◆ Work instruction
Look below for the line containing "lf > 0 && text[lf"; from there through the line containing "const boundaries: number[] = [0];", both lines included, please set down each line exactly and nothing else.

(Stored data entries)
☆ ☆ ☆

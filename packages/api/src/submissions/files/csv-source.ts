/**
 * Rows of a CSV extract: UTF-8 with or without a byte-order mark (UTF-16
 * with a mark also, as "Unicode text" exports are), comma, semicolon or tab
 * delimited (detected from the heading row), quoted fields with embedded
 * line breaks (RFC 4180).
 *
 * A quote-aware pass first finds record boundaries, counts the records
 * holding values (row limit, progress) and catches an unclosed quote; the
 * records are then read in slices of 250, so the API keeps answering while
 * a large file is read. A slice with a quote mark anywhere in it is parsed
 * by papaparse; one without (most exports quote nothing) is split at line
 * breaks and delimiters, which gives the same cells: on a 100,000-row file
 * papaparse spent more time in the garbage collector than in parsing.
 */
import Papa from 'papaparse';
import { type Refusal, refusal } from '../format/issue-codes.js';
import type { Cell } from '../format/values.js';
import type { RowSource, SourceNotes, SourceRow } from './row-source.js';

const SLICE = 250;

export class CsvRowSource implements RowSource {
  readonly kind = 'csv' as const;
  readonly date1904 = false;
  formulaCells = 0;

  constructor(
    private readonly text: string,
    private readonly delimiter: string,
    private readonly newline: string,
    /** String offsets where every SLICE-th record starts, and the end */
    private readonly boundaries: number[],
    /** Per slice, whether it holds a quote mark (and needs papaparse) */
    private readonly quotedSlices: Uint8Array,
    readonly valuedRows: number,
    readonly notes: SourceNotes,
  ) {}

  async *batches(): AsyncGenerator<SourceRow[]> {
    let row = 0;
    for (let i = 0; i + 1 < this.boundaries.length; i++) {
      const start = this.boundaries[i]!;
      let end = this.boundaries[i + 1]!;
      if (this.text.endsWith(this.newline, end) && end - this.newline.length >= start)
        end -= this.newline.length;
      const slice = this.text.slice(start, end);
      const records = this.quotedSlices[i]
        ? Papa.parse<string[]>(slice, {
            delimiter: this.delimiter,
            newline: this.newline as '\r\n',
            quoteChar: '"',
            escapeChar: '"',
            header: false,
            skipEmptyLines: false,
            dynamicTyping: false,
          }).data
        : slice.split(this.newline).map((line) => line.split(this.delimiter));
      const batch: SourceRow[] = new Array<SourceRow>(records.length);
      for (let r = 0; r < records.length; r++) {
        // The parsed record becomes the row's cells in place (blank fields read as null).
        const cells = records[r]! as Cell[];
        for (let c = 0; c < cells.length; c++) if (cells[c] === '') cells[c] = null;
        batch[r] = { row: ++row, cells };
      }
      yield batch;
      // Let other requests (progress polls) through between slices.
      await new Promise<void>((resolve) => setImmediate(resolve));
    }
  }
}

function decode(buf: Buffer): { text: string; encoding: string } | { refusal: Refusal } {
  if (buf[0] === 0xff && buf[1] === 0xfe)
    return { text: new TextDecoder('utf-16le').decode(buf.subarray(2)), encoding: 'UTF-16' };
  if (buf[0] === 0xfe && buf[1] === 0xff)
    return { text: new TextDecoder('utf-16be').decode(buf.subarray(2)), encoding: 'UTF-16' };
  const bom = buf[0] === 0xef && buf[1] === 0xbb && buf[2] === 0xbf;
  try {
    const text = new TextDecoder('utf-8', { fatal: true }).decode(bom ? buf.subarray(3) : buf);
    return { text, encoding: bom ? 'UTF-8 with byte-order mark' : 'UTF-8' };
  } catch {
    const bad = firstInvalidUtf8(buf);
    const line = buf.subarray(0, bad).reduce((n, b) => (b === 0x0a ? n + 1 : n), 1);
    return {
      refusal: refusal(
        'not_utf8',
        `The file is not saved as UTF-8 text (the first character Cairn cannot read is on line ${line}), so letters such as é or µ would be misread.`,
        'In Excel choose File › Save As › “CSV UTF-8 (Comma delimited)”; in LibreOffice choose “Text CSV” with the character set “Unicode (UTF-8)”. Then upload the new file.',
        { line },
      ),
    };
  }
}

function firstInvalidUtf8(buf: Buffer): number {
  let i = 0;
  while (i < buf.length) {
    const b = buf[i]!;
    const need =
      b < 0x80
        ? 0
        : b >= 0xc2 && b < 0xe0
          ? 1
          : b >= 0xe0 && b < 0xf0
            ? 2
            : b >= 0xf0 && b < 0xf5
              ? 3
              : -1;
    if (need < 0) return i;
    for (let k = 1; k <= need; k++) if (((buf[i + k] ?? 0) & 0xc0) !== 0x80) return i;
    i += need + 1;
  }
  return i;
}

/** Opens CSV bytes: decoding, delimiter and line breaks, record boundaries, and the checks that refuse a file. */
export function openCsv(buf: Buffer): { source: CsvRowSource } | { refusal: Refusal } {
  const decoded = decode(buf);
  if ('refusal' in decoded) return decoded;
  const text = decoded.text.replace(/^\uFEFF/, '');
  const lf = text.indexOf('\n');
  const newline =
    lf > 0 && text[lf - 1] === '\r' ? '\r\n' : lf >= 0 ? '\n' : text.includes('\r') ? '\r' : '\n';
  const delimiter = detectDelimiter(text);

  const Q = 34;
  const D = delimiter.charCodeAt(0);
  const NL = newline === '\r' ? '\r' : '\n';
  const NLC = NL.charCodeAt(0);
  const boundaries: number[] = [0];
  const quotedSlices = new Uint8Array(Math.floor(text.length / SLICE) + 2);
  let records = 0;
  let valued = 0;
  let inQuotes = false;
  let quoteOpenedAtRecord = 0;
  const n = text.length;
  let nextQuote = text.indexOf('"');
  let pos = 0;
  while (pos < n) {
    if (nextQuote !== -1 && nextQuote < pos) nextQuote = text.indexOf('"', pos);
    let end = text.indexOf(NL, pos);
    if (end === -1) end = n;
    let hasValue = false;
    if (nextQuote !== -1 && nextQuote < end) {
      quotedSlices[boundaries.length - 1] = 1;
      // A record with quotes: walk it character by character (quoted fields may hold line breaks).
      let i = pos;
      for (; i < n; i++) {
        const ch = text.charCodeAt(i);
        if (ch === Q) {
          if (!inQuotes) quoteOpenedAtRecord = records;
          inQuotes = !inQuotes;
          hasValue = true;
        } else if (inQuotes) {
          hasValue = true;
        } else if (ch === NLC) {
          break;
        } else if (ch !== D && ch !== 32 && ch !== 13 && ch !== 9) {
          hasValue = true;
        }
      }
      if (inQuotes) break;
      end = i;
    } else {
      for (let i = pos; i < end; i++) {
        const ch = text.charCodeAt(i);
        if (ch !== D && ch !== 32 && ch !== 13 && ch !== 9) {
          hasValue = true;
          break;
        }
      }
    }
    records++;
    if (hasValue) valued++;
    if (records % SLICE === 0 && end + 1 < n) boundaries.push(end + 1);
    pos = end + 1;
  }
  if (inQuotes) {
    return {
      refusal: refusal(
        'csv_malformed',
        `A quote mark (") opened on row ${quoteOpenedAtRecord + 1} is never closed, so the rest of the file would be read as one cell.`,
        `Check row ${quoteOpenedAtRecord + 1} for a stray quote mark, or export the CSV again from your spreadsheet program.`,
        { row: quoteOpenedAtRecord + 1 },
      ),
    };
  }
  if (boundaries[boundaries.length - 1] !== n) boundaries.push(n);
  return {
    source: new CsvRowSource(text, delimiter, newline, boundaries, quotedSlices, valued, {
      sheetName: null,
      otherSheets: [],
      merges: [],
      hiddenRows: [],
      hiddenColumns: [],
      delimiter,
      encoding: decoded.encoding,
    }),
  };
}

/** The delimiter used most often outside quotes on the first line that has any. */
function detectDelimiter(text: string): string {
  const counts = { ',': 0, ';': 0, '\t': 0 };
  let inQuotes = false;
  for (let i = 0; i < text.length && i < 1_000_000; i++) {
    const ch = text[i]!;
    if (ch === '"') inQuotes = !inQuotes;
    else if (!inQuotes) {
      if (ch === '\n' || ch === '\r') {
        if (counts[','] + counts[';'] + counts['\t'] > 0) break;
      } else if (ch === ',' || ch === ';' || ch === '\t') counts[ch]++;
    }
  }
  if (counts[';'] > counts[','] && counts[';'] >= counts['\t']) return ';';
  if (counts['\t'] > counts[','] && counts['\t'] > counts[';']) return '\t';
  return ',';
}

☆ ☆ ☆

◆ Final answer
    lf > 0 && text[lf - 1] === '\r' ? '\r\n' : lf >= 0 ? '\n' : text.includes('\r') ? '\r' : '\n';
  const delimiter = detectDelimiter(text);

  const Q = 34;
  const D = delimiter.charCodeAt(0);
  const NL = newline === '\r' ? '\r' : '\n';
  const NLC = NL.charCodeAt(0);
  const boundaries: number[] = [0];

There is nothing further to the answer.